A block attached to a spring with unknown spring constant oscillates with a period of 6.0 s. What is the period if the mass is doubled?
The period is the same. If you do a proof with different equations, the mass of an object doesn't change its period. However, if the length of the spring was changed the period then would change.
When you do the proof, the mass ends up canceling out of the equation so it can be ignored.
To find the period of an oscillating system, we can use the equation:
T = 2π√(m/k)
where T is the period, m is the mass, and k is the spring constant.
In this case, the initial period is 6.0 s. We want to find the period when the mass is doubled. Let's denote the initial mass as m₁ and the final mass as m₂ = 2m₁.
Since the spring constant is unknown, we cannot directly determine its value.

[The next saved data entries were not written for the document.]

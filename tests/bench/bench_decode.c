/* bench_decode: how fast the strict decoder reads the two busiest messages, a
 * JOBS of 256 jobs (broker -> worker) and a DONE of 256 outcomes (worker ->
 * broker). Prints 'name: value unit' lines. Usage:
 *     build/tests/bench/bench_decode [--rounds N]
 * For comparing builds, run under `valgrind --tool=callgrind` as well: the
 * instruction count is repeatable where wall time on a shared machine is not. */
#include <stdio.h>
#include <stdlib.h>
#include <string.h>
#include <time.h>

#include "proto/msg.h"

static double s_now(void)
{
    struct timespec ts;
    clock_gettime(CLOCK_MONOTONIC, &ts);
    return (double)ts.tv_sec + (double)ts.tv_nsec * 1e-9;
}

static double s_rate(const uint8_t *buf, size_t len, long rounds)
{
    double t0 = s_now();
    for (long r = 0; r < rounds; r++) {
        proto_msg_t *m = NULL;
        proto_err_t err;
        if (proto_msg_decode(buf, len, NULL, &m, &err) != PROTO_OK) {
            fprintf(stderr, "bench_decode: %s\n", err.text);
            exit(1);
        }
        proto_msg_destroy(&m);
    }
    return (double)rounds / (s_now() - t0);
}

int main(int argc, char **argv)
{
    long rounds = 20000;
    if (argc == 3 && strcmp(argv[1], "--rounds") == 0)
        rounds = atol(argv[2]);
    if (rounds < 1) {
        fprintf(stderr, "usage: bench_decode [--rounds N]\n");
        return 2;
    }
    enum { N = 256, GENOME = 30 * 8 };
    static uint8_t genome[GENOME];
    static proto_job_t jobs[N];
    static proto_outcome_t outs[N];
    static double fit[2] = {0.25, 3.5};
    for (int i = 0; i < N; i++) {
        jobs[i] = (proto_job_t){.job_id = 1000000u + (uint64_t)i, .plugin = "zdt1",
                                .params = "{\"n\":30}", .seed = 0x9e3779b97f4a7c15ULL * (uint64_t)i,
                                .genome_len = GENOME, .genome = genome};
        outs[i] = (proto_outcome_t){.job_id = 1000000u + (uint64_t)i, .n_fitness = 2,
                                    .fitness = fit, .cpu_seconds = 1e-5, .peak_rss_kb = 4096,
                                    .error = ""};
    }
    proto_msg_t jm = {.type = PROTO_JOBS}, dm = {.type = PROTO_DONE};
    jm.u.jobs = (proto_jobs_t){.n_jobs = N, .jobs = jobs};
    dm.u.done = (proto_done_t){.credits = N, .n_outcomes = N, .outcomes = outs};
    uint8_t *jb = NULL, *db = NULL;
    size_t jl = 0, dl = 0;
    if (proto_msg_encode(&jm, &jb, &jl) != PROTO_OK || proto_msg_encode(&dm, &db, &dl) != PROTO_OK)
        return 1;
    double jr = s_rate(jb, jl, rounds);
    double dr = s_rate(db, dl, rounds);
    printf("jobs_message: %zu bytes\n", jl);
    printf("jobs_decode: %.0f jobs/s\n", jr * N);
    printf("done_message: %zu bytes\n", dl);
    printf("done_decode: %.0f outcomes/s\n", dr * N);
    free(jb);
    free(db);
    return 0;
}
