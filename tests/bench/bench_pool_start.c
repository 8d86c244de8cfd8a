/* bench_pool_start.c: how long the embedded local pool takes to come up:
 * fitfarm_client_new with no broker (which returns once a worker has
 * registered with the pool's broker) timed from the call to its return, ten
 * times, median and range printed. fitfarm_client_destroy is timed too,
 * because an optimizer that starts a pool per experiment pays both.
 *
 * Not a test: it asserts nothing about speed. Run it by hand from the build
 * tree: build/tests/bench/bench_pool_start [starts]. */
#include <stdio.h>
#include <stdlib.h>
#include <string.h>
#include <time.h>

#include "client/include/fitfarm.h"

#define BENCH_MAX_STARTS 100

static double s_now_ms(void)
{
    struct timespec ts;
    clock_gettime(CLOCK_MONOTONIC, &ts);
    return ts.tv_sec * 1e3 + ts.tv_nsec / 1e6;
}

static int s_cmp(const void *a, const void *b)
{
    double x = *(const double *)a, y = *(const double *)b;
    return (x > y) - (x < y);
}

static double s_median(double *v, int n)
{
    qsort(v, (size_t)n, sizeof *v, s_cmp);
    return n % 2 ? v[n / 2] : (v[n / 2 - 1] + v[n / 2]) / 2;
}

int main(int argc, char **argv)
{
    int n = argc > 1 ? atoi(argv[1]) : 10;
    if (n < 1 || n > BENCH_MAX_STARTS) {
        fprintf(stderr, "usage: bench_pool_start [starts 1..%d]\n", BENCH_MAX_STARTS);
        return 2;
    }
    double start[BENCH_MAX_STARTS], stop[BENCH_MAX_STARTS];
    for (int i = 0; i < n; i++) {
        fitfarm_options_t opt = FITFARM_OPTIONS_INIT;
        opt.slots = 2;
        fitfarm_client_t *client = NULL;
        char err[1024];
        double t0 = s_now_ms();
        int rc = fitfarm_client_new(&opt, &client, err, sizeof err);
        double t1 = s_now_ms();
        if (rc != 0) {
            fprintf(stderr, "bench_pool_start: %s\n", err);
            return 1;
        }
        fitfarm_client_destroy(&client);
        double t2 = s_now_ms();
        start[i] = t1 - t0;
        stop[i] = t2 - t1;
    }
    double lo = start[0], hi = start[0];
    for (int i = 1; i < n; i++) {
        lo = start[i] < lo ? start[i] : lo;
        hi = start[i] > hi ? start[i] : hi;
    }
    printf("pool_start_median: %.1f ms (min %.1f, max %.1f, %d starts)\n", s_median(start, n),
           lo, hi, n);
    printf("pool_stop_median: %.1f ms\n", s_median(stop, n));
    return 0;
}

However, we can use the concept of the mass-spring system to relate the spring constant to the period.
From the equation T = 2π√(m/k), we can rewrite it as:
k = (4π²m) / T²
Since k is inversely proportional to the square of T, we can assume that k₁/T₁² = k₂/T₂², where k₁ and T₁ represent the initial spring constant and period, respectively, and k₂ and T₂ represent the final spring constant and period.
Let's substitute the values into the equation:
k₁/T₁² = k₂/T₂²
k₁/(6.0 s)² = k₂/T₂²
Now, let's double the mass: m₂ = 2m₁.
k₁/(6.0 s)² = k₂/(T₂₂)²
k₁/36.0 s² = k₂/T₂²
We can observe that k₁/36.0 s² is the ratio between the spring constant and the initial period squared, and k₂/T₂² is the ratio between the spring constant and the final period squared. Since the ratio remains constant, we can write:
k₁/36.0 s² = k₂/T₂²
Solving for T₂², we have:
T₂² = (k₁/36.0 s²) * T₂²
Now, let's substitute the final mass for m₂ into the equation:
T₂² = (k₁/36.0 s²) * T₂²
T₂² = (k₁/36.0 s²) * (2m₁)
Since m₂ = 2m₁:
T₂² = (k₁/36.0 s²) * (m₂)
The equation shows that the period squared is directly proportional to the mass. As the mass is doubled, the period squared will also double.
Therefore, the period when the mass is doubled will be √2 times the initial period. The initial period is 6.0 s, so the final period will be √2 * 6.0 s.
Final Period = √2 * 6.0 s ≈ 8.49 s
Hence, the period of the oscillation when the mass is doubled is approximately 8.49 seconds.